No one clinical factor can identify which cystic fibrosis patients more urgently need lung transplants

Patients who are listed for lung transplants face a long wait, with the 1996 median waiting time to transplantation of 567 days. Donor lungs are distributed to patients (who match blood type and body size) solely according to who has been waiting longest on the United Network for Organ Sharing national waiting list. Recently, the Department of Health and Human Services advocated a revision of the organ allocation system that would also consider medical urgency. But for patients with cystic fibrosis, a common indication for lung transplantation, no single clinical factor reliably determines which patient among many is in most urgent need of a donor lung, according to a study supported in part by the Agency for Healthcare Research and Quality (National Research Service Award fellowship F32 HS00124).

Roger D. Yusen, M.D., of Washington University School of Medicine in St. Louis, MO, and his colleagues reviewed the records of 146 cystic fibrosis patients at one medical center who were listed for lung transplantation. They compared the characteristics of patients who died awaiting transplantation with those of patients who survived until transplantation or the end of the study.

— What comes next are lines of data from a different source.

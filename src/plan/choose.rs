//! D10a: where the planner chooses bars.

use crate::base::{TOUCH, area_per_metre, down};
use crate::job::Bars;
use crate::rules::spacing::least_gap;
use crate::tables::tables;

/// The lightest bars that give `area(size)` mm²/m within `most` mm: sizes from 10 up that `fits` lets through, spacing in 25 mm steps;
/// a tie goes to the wider. None where no size gives the area.
pub fn bars(area: impl Fn(u32) -> f64, most: f64, aggregate: f64, fits: impl Fn(u32) -> bool) -> Option<Bars> {
    let candidates = tables().preferred_sizes().filter(|s| *s >= 10 && fits(*s)).filter_map(|size| {
        let widest = down(most.min(area_per_metre(size, 1.0) / area(size).max(TOUCH)), 25.0);
        let least = f64::from(size) + least_gap(size, aggregate);
        (widest >= least).then_some(Bars { size, spacing: widest })
    });
    candidates.min_by(|a, b| a.area().total_cmp(&b.area()).then(b.spacing.total_cmp(&a.spacing)))
}

/// The same area in another size: the widest 25 mm step that gives it.
pub fn equal_area(bars: &Bars, size: u32) -> Bars {
    Bars { size, spacing: down(area_per_metre(size, 1.0) / bars.area(), 25.0).max(25.0) }
}

/// Smaller preferred sizes, from the next one down.
pub fn smaller(size: u32) -> impl Iterator<Item = u32> {
    tables().preferred_sizes().rev().filter(move |s| *s < size)
}
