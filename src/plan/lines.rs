//! D19: where bars stand across their run, and how many.

use crate::base::{TOUCH, gaps};

/// The last gap is not left narrower than this, mm.
const NARROW: f64 = 75.0;

/// Lines from `first` to `last` at `spacing`, the last gap taking the remainder; a last gap under 75 mm is shared with the one before.
pub fn fill(first: f64, last: f64, spacing: f64) -> Vec<f64> {
    let n = gaps(last - first, spacing);
    let mut lines: Vec<f64> = (0..n).map(|i| first + i as f64 * spacing).collect();
    lines.push(last);
    if n >= 2 && last - lines[n - 1] < NARROW - TOUCH {
        lines[n - 1] = (lines[n - 2] + last) / 2.0;
    }
    lines
}

/// Bars across a width with side cover to the bar: first and last at the covers.
pub fn across(width: f64, side: f64, size: u32, spacing: f64) -> Vec<f64> {
    let inset = side + f64::from(size) / 2.0;
    fill(inset, width - inset, spacing)
}

/// Distribution in a clear length: ceil(length / spacing) bars, centred at their spacing.
pub fn centred(from: f64, to: f64, spacing: f64) -> Vec<f64> {
    let length = to - from;
    let n = gaps(length, spacing);
    let first = (length - n.saturating_sub(1) as f64 * spacing) / 2.0;
    (0..n).map(|i| from + first + i as f64 * spacing).collect()
}

/// Moves lines by `by` towards higher values; one that this would push past `limit` moves the other way (D18).
pub fn beside(lines: &[f64], by: f64, limit: f64) -> Vec<f64> {
    lines.iter().map(|y| if y + by > limit + TOUCH { y - by } else { y + by }).collect()
}

/// Bars that stand already: lines and sizes, sorted.
pub struct Standing {
    sorted: Vec<(f64, f64)>,
}

impl Standing {
    pub fn new(bars: impl IntoIterator<Item = (f64, f64)>) -> Standing {
        let mut sorted: Vec<(f64, f64)> = bars.into_iter().collect();
        sorted.sort_by(|a, b| a.0.total_cmp(&b.0));
        Standing { sorted }
    }

    /// The place nearest to `x` at which a bar of `size` overlaps none of these, within `low..high`: in contact beside one of them
    /// where that is free, else the next free millimetre within reach; `x` itself where there is none.
    pub fn clear(&self, x: f64, size: f64, low: f64, high: f64) -> f64 {
        const REACH: i32 = 90;
        let from = self.sorted.partition_point(|(o, _)| *o < x - 3.0 * f64::from(REACH));
        let near: Vec<(f64, f64)> = self.sorted[from..].iter().copied().take_while(|(o, _)| *o < x + 3.0 * f64::from(REACH)).collect();
        let overlaps = |at: f64| near.iter().any(|(o, s)| (at - o).abs() < (size + s) / 2.0 - TOUCH);
        if !overlaps(x) {
            return x;
        }
        let is_free = |at: &f64| *at >= low - TOUCH && *at <= high + TOUCH && !overlaps(*at);
        let touching = near.iter().flat_map(|(o, s)| [o + (size + s) / 2.0, o - (size + s) / 2.0]);
        let closest = touching.filter(is_free).min_by(|a, b| (a - x).abs().total_cmp(&(b - x).abs()).then(b.total_cmp(a)));
        closest.or_else(|| (1..=REACH).flat_map(|mm| [x + f64::from(mm), x - f64::from(mm)]).find(is_free)).unwrap_or(x)
    }
}

/// The greatest clear gap from a line of either set to its nearest in the other, mm.
pub fn worst_gap(a: &[f64], size_a: f64, b: &[f64], size_b: f64) -> f64 {
    let sorted = |set: &[f64]| {
        let mut set = set.to_vec();
        set.sort_by(f64::total_cmp);
        set
    };
    let (a, b) = (sorted(a), sorted(b));
    let nearest = |y: f64, set: &[f64]| {
        let at = set.partition_point(|o| *o < y);
        set[at.saturating_sub(1)..set.len().min(at + 1)].iter().map(|o| (o - y).abs()).fold(f64::INFINITY, f64::min)
    };
    let worst = a.iter().map(|y| nearest(*y, &b)).chain(b.iter().map(|y| nearest(*y, &a))).fold(0.0, f64::max);
    (worst - (size_a + size_b) / 2.0).max(0.0)
}
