//! D7 and D8: how bottom and top bars end at the slab ends, what closes them, and what their bends hold.

use super::choose;
use super::fitting::{closing, face};
use super::{TopSet, Work};
use crate::base::{mm, num, up};
use crate::job::{Bars, EndBar, Kind};
use crate::rules::anchorage::{self, Bar, Bond, Form as BarForm};
use crate::rules::{areas, spacing};
use crate::steel::made::{End, Form, between};
use crate::tables::tables;
use crate::trace::{Step, rule};

#[derive(Clone, Copy, Debug, PartialEq)]
pub(crate) enum BottomEnd {
    Straight,
    /// Bent up, leg in mm.
    Up {
        leg: f64,
    },
    /// Straight, lapped by a closing bar.
    Closed,
}

#[derive(Clone, Copy, Debug, PartialEq)]
pub(crate) enum TopEnd {
    Straight,
    /// Bent down, leg in mm.
    Turned {
        leg: f64,
    },
    Closed {
        shape: &'static str,
        depth: f64,
    },
}

/// One slab end.
#[derive(Clone, Debug)]
pub(crate) struct EndPlan {
    pub support: usize,
    /// T1 at this end, perhaps in a smaller size than the design's where that one does not bend into the depth.
    pub bars: Bars,
    pub bottom: BottomEnd,
    pub top: TopEnd,
    /// Leg back of a closing bar from its outer face, mm.
    pub back: f64,
    /// Lap of the closing bar with B1, mm; 0 where it is not needed.
    pub lap: f64,
    /// Closing bars of their own, where the top bars do not close the end but B1 needs it.
    pub own: Option<Bars>,
    /// How far behind the cover line straight bottom bars start, mm.
    pub start: f64,
}

/// Left, right.
pub(crate) struct Ends(pub [EndPlan; 2]);

impl Ends {
    /// The form of the top bars of a set at a slab end, for the size the set has in the end.
    pub fn top_form(&self, work: &Work, side: usize, size: u32) -> Form {
        let end = &self.0[side];
        let face = face(work, side);
        match end.top {
            TopEnd::Straight => Form::Straight(End::Face(face)),
            TopEnd::Turned { leg } => {
                // A set that was joined may have a larger size, whose leg may not fit.
                let leg = leg.max(tables().known_bar(size).projection);
                let fits = leg <= work.upright(work.between_covers());
                if fits { Form::Turned { face, leg, turn: -1.0 } } else { Form::Straight(End::Face(face)) }
            }
            TopEnd::Closed { .. } => match closing(work, size) {
                Some((shape, depth)) => Form::Closed { face, shape, depth, back: end.back, turn: -1.0 },
                None => Form::Straight(End::Face(face)),
            },
        }
    }

    pub fn lap_of(&self, set: &TopSet) -> f64 {
        self.0.iter().filter(|e| e.own.is_none() && (e.support == set.first || e.support == set.last)).map(|e| e.lap).fold(0.0, f64::max)
    }
}

/// Steel of the span next to an end, mm²/m: the design area where given, else what is provided.
fn span_area(work: &Work, k: usize) -> (f64, Step) {
    let span = &work.slab.spans[k];
    match &span.required {
        Some(required) => (required.value, Step::new("design area of the span", "as required", format!("{} mm²/m", mm(required.value))).at(&required.at)),
        None => {
            let area = span.bottom.value.area();
            (area, Step::new("area of the span's B1", span.bottom.value.text(&work.basis.bar_letter), format!("{} mm²/m", mm(area))).at(&span.bottom.at))
        }
    }
}

/// Area that T1 has to give at an end, mm²/m, for a bar size (D8).
pub(super) fn top_need(work: &Work, support: usize, size: u32) -> (f64, Vec<Step>) {
    let k = if support == 0 { 0 } else { support - 1 };
    let sheet = &work.basis.curtailment.value.end_top;
    let (area, step) = span_area(work, k);
    let least = areas::least(work.fck(), work.fyk(), work.top_depth(size));
    let own = work.slab.supports[support].required.as_ref().map_or(0.0, |r| r.value);
    let value = (sheet.share * area).max(if sheet.least_area { least.value } else { 0.0 }).max(own);
    let mut steps = vec![step];
    steps.extend(least.steps);
    steps.push(Step::new("area at the end", format!("max({} × {}, As,min)", num(sheet.share, 2), mm(area)), format!("{} mm²/m", mm(value))).cited(rule("D8")));
    (value, steps)
}

/// T1 at an end support where the job gives none (D10a).
pub(super) fn chosen(work: &mut Work, support: usize) -> Bars {
    let room = work.upright(work.between_covers());
    let most = spacing::most(spacing::Zone::Main, work.h());
    let fits = |size: u32| closing(work, size).is_some() || tables().known_bar(size).projection <= room;
    let bars = choose::bars(|size| top_need(work, support, size).0, most, work.basis.aggregate.value, fits);
    let bars = bars.unwrap_or(Bars { size: 10, spacing: 100.0 });
    let (need, mut steps) = top_need(work, support, bars.size);
    steps.push(
        Step::new(
            "lightest bars from size 10 up, widest spacing in 25 mm steps",
            format!("at least {} mm²/m, at most {} mm apart", mm(need), mm(most)),
            format!("{} = {} mm²/m", bars.text(&work.basis.bar_letter), mm(bars.area())),
        )
        .cited(rule("D10a")),
    );
    let grid = work.slab.supports[support].grid.clone();
    work.explain(&format!("support:{grid}/T1/chosen"), steps);
    work.reason(&format!("support:{grid}/T1"), format!("no bars given: {} chosen", bars.text(&work.basis.bar_letter)), rule("D10a"));
    bars
}

pub(super) fn decide(work: &mut Work, tops: &[TopSet]) -> Ends {
    let last = work.stations.last();
    Ends([decide_end(work, 0, 0, tops), decide_end(work, 1, last, tops)])
}

fn decide_end(work: &mut Work, side: usize, support: usize, tops: &[TopSet]) -> EndPlan {
    let k = if side == 0 { 0 } else { support - 1 };
    let grid = work.slab.supports[support].grid.clone();
    let on = super::pattern::running_on(work, k);
    let (bottom, start, steps) = decide_bottom(work, side, support, k, &on);
    work.explain(&format!("support:{grid}/B1/end"), steps);
    let mut bars = tops[support].bars.clone();
    let top = decide_top(work, support, &mut bars, bottom == BottomEnd::Closed);
    let closes = matches!(top, TopEnd::Closed { .. });
    let own = if bottom == BottomEnd::Closed && !closes { own_closing(work, &grid, &on) } else { None };
    EndPlan { support, bars, bottom, top, back: 2.0 * work.h(), lap: 0.0, own, start }
}

/// The end of the bottom bars that run on (D7); also how far behind the cover line a straight bar starts.
fn decide_bottom(work: &mut Work, side: usize, support: usize, k: usize, on: &Bars) -> (BottomEnd, f64, Vec<Step>) {
    let slab = work.slab;
    let bar = tables().known_bar(on.size);
    let d = f64::from(on.size);
    let seat = &slab.supports[support].bearing;
    let face = face(work, side);
    let start = if slab.spans.len() == 1 {
        let other = super::fitting::face(work, 1 - side);
        let (low, high) = (face.min(other), face.max(other));
        let whole = between(on.size, Form::Straight(End::Face(low)), Form::Straight(End::Face(high)), &work.basis.deduction);
        whole.extent().0 - low
    } else {
        0.0
    };
    let shear = match (&slab.supports[support].shear, &slab.spans[k].shear) {
        (Some(v), _) | (None, Some(v)) => {
            crate::trace::Worked { value: v.value, steps: vec![Step::new("end shear VEd", "as given", format!("{} kN/m", num(v.value, 2))).at(&v.at)] }
        }
        _ => areas::end_shear(slab.permanent.value, slab.variable.value, work.stations.spans[k].effective),
    };
    let tie = areas::end_tie_force(shear.value);
    let area = on.area();
    let sigma = (tie.value * 1000.0 / area).min(work.fyd());
    let mut steps = shear.steps;
    steps.extend(tie.steps);
    steps.push(
        Step::new("stress in the bars that run on", format!("FE / As = {} × 1000 / {}", num(tie.value, 2), mm(area)), format!("{} N/mm²", num(sigma, 1)))
            .cited(rule("D7")),
    );
    let gap = on.spacing - d;
    let length = |form: BarForm| {
        let cd = anchorage::cd(gap, work.side(), slab.cover.bottom.value, form);
        anchorage::anchorage(&Bar { size: on.size, fck: work.fck(), sigma, bond: Bond::Good, cd, form })
    };
    let straight = length(BarForm::Straight);
    let available = seat.value - work.side() - start;
    let needed = straight.value;
    steps.extend(straight.steps);
    steps.push(
        Step::new(
            "straight past the face",
            format!("bearing {} - side cover {} - {}", mm(seat.value), mm(work.side()), mm(start)),
            format!("{} of {} mm needed", mm(available), mm(needed)),
        )
        .cited(rule("D7"))
        .at(&seat.at),
    );
    if available + crate::base::TOUCH >= needed {
        return (BottomEnd::Straight, start, steps);
    }
    let grid = slab.supports[support].grid.clone();
    let bent = length(BarForm::Bent);
    let room = work.upright(work.between_covers());
    // A bar bent at both ends of a single span stands back by half of its deduction.
    let room_along = (face - super::fitting::face(work, 1 - side)).abs();
    let back = if slab.spans.len() == 1 { (room_along - crate::base::down(room_along - work.basis.deduction.for_bent(room_along), 5.0)) / 2.0 } else { 0.0 };
    let level = seat.value - work.side() - back;
    let corner = 2.0 * (bar.radius + d) - std::f64::consts::FRAC_PI_2 * (bar.radius + d / 2.0);
    let leg = up(bar.projection.max(bent.value - level + corner), 5.0);
    steps.push(
        Step::new(
            "bent up (shape 11): leg",
            format!("max(P = {}, lbd {} - {} + {} for the bend), room {}", mm(bar.projection), mm(bent.value), mm(level), mm(corner), mm(room)),
            format!("{} mm", mm(leg)),
        )
        .cited(rule("D7, D20")),
    );
    let short = format!("straight bars reach {} mm past the face, {} are needed", mm(available), mm(needed));
    if leg <= room {
        work.reason(&format!("support:{grid}/B1"), format!("{short}: bent up, leg {}", mm(leg)), rule("D7"));
        return (BottomEnd::Up { leg }, start, steps);
    }
    let closes = std::iter::once(on.size).chain(choose::smaller(on.size)).any(|size| closing(work, size).is_some());
    if closes {
        work.reason(
            &format!("support:{grid}/B1"),
            format!("{short}, a leg up of {} does not fit in {}: lapped by closing bars", mm(leg), mm(room)),
            rule("D7"),
        );
        return (BottomEnd::Closed, start, steps);
    }
    work.reason(&format!("support:{grid}/B1"), format!("{short} and no bend fits the depth: left straight"), rule("D7"));
    (BottomEnd::Straight, start, steps)
}

/// The end of the top bars (D8, D20); may change `bars` to a smaller size of equal area.
fn decide_top(work: &mut Work, support: usize, bars: &mut Bars, bottom_needs_closing: bool) -> TopEnd {
    let grid = work.slab.supports[support].grid.clone();
    let address = format!("support:{grid}/T1");
    let room = work.upright(work.between_covers());
    let wish = work.slab.supports[support].end_bar.clone();
    let kind = work.slab.supports[support].kind;
    let leg = up(tables().known_bar(bars.size).projection, 5.0);
    let wanted = match (wish.value, kind) {
        (EndBar::Auto, _) if bottom_needs_closing => EndBar::UBar,
        (EndBar::Auto, Kind::Masonry) if leg <= room => EndBar::LBar,
        (EndBar::Auto, _) => EndBar::UBar,
        (wish, _) => wish,
    };
    let steps = vec![
        Step::new("depth between the covers, less the deduction", format!("{} for bent bars", mm(work.between_covers())), format!("{} mm", mm(room)))
            .cited(rule("D17"))
            .at(&wish.at),
    ];
    work.explain(&format!("{address}/end"), steps);
    match wanted {
        EndBar::Straight => return TopEnd::Straight,
        EndBar::LBar if leg <= room => return TopEnd::Turned { leg },
        EndBar::LBar => work.reason(&address, format!("a leg of {} mm does not fit in {}: closing bars instead", mm(leg), mm(room)), rule("D20")),
        _ => {}
    }
    for size in std::iter::once(bars.size).chain(choose::smaller(bars.size)) {
        if let Some((shape, depth)) = closing(work, size) {
            if size != bars.size {
                let other = choose::equal_area(bars, size);
                let letter = work.basis.bar_letter.clone();
                work.reason(
                    &address,
                    format!("{} does not bend into {} mm: {} instead, of equal area", bars.text(&letter), mm(room), other.text(&letter)),
                    rule("D7, D20"),
                );
                *bars = other;
            }
            return TopEnd::Closed { shape, depth };
        }
    }
    work.reason(&address, format!("no bend fits {} mm: left straight", mm(room)), rule("D20"));
    TopEnd::Straight
}

/// Closing bars of their own, of the area that runs on.
pub(super) fn own_closing(work: &mut Work, grid: &str, on: &Bars) -> Option<Bars> {
    let size = std::iter::once(on.size).chain(choose::smaller(on.size)).find(|s| closing(work, *s).is_some())?;
    let bars = if size == on.size { on.clone() } else { choose::equal_area(on, size) };
    work.reason(&format!("support:{grid}/B1"), format!("closing bars {} lap B1", bars.text(&work.basis.bar_letter)), rule("D7"));
    Some(bars)
}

Patients who either walked a shorter distance in 6 minutes, had higher systolic pulmonary artery pressure, or suffered from diabetes mellitus were significantly more likely to die while waiting for a lung transplant. For each 50 meter increase in the 6-minute walk distance, the risk of death decreased by 31 percent, and for each 5 mm Hg increase in the systolic pulmonary artery pressure, the chance of death increased by 41 percent. Finally, the presence of diabetes mellitus increased the risk of death before transplantation by 57 percent. However, these factors and other features overlapped considerably between the group of patients who died waiting and the group who lived until transplantation or the end of the study. These findings underscore the difficulties of trying to devise legitimate medical urgency criteria for allocating donor lungs.

See "Outcome of patients with cystic fibrosis awaiting lung transplantation," by Carmine Dario Vizza, Dr. Yusen, John P. Lynch, and others, in the September 2000 American Journal of Respiratory and Critical Care Medicine 162, pp. 819-824.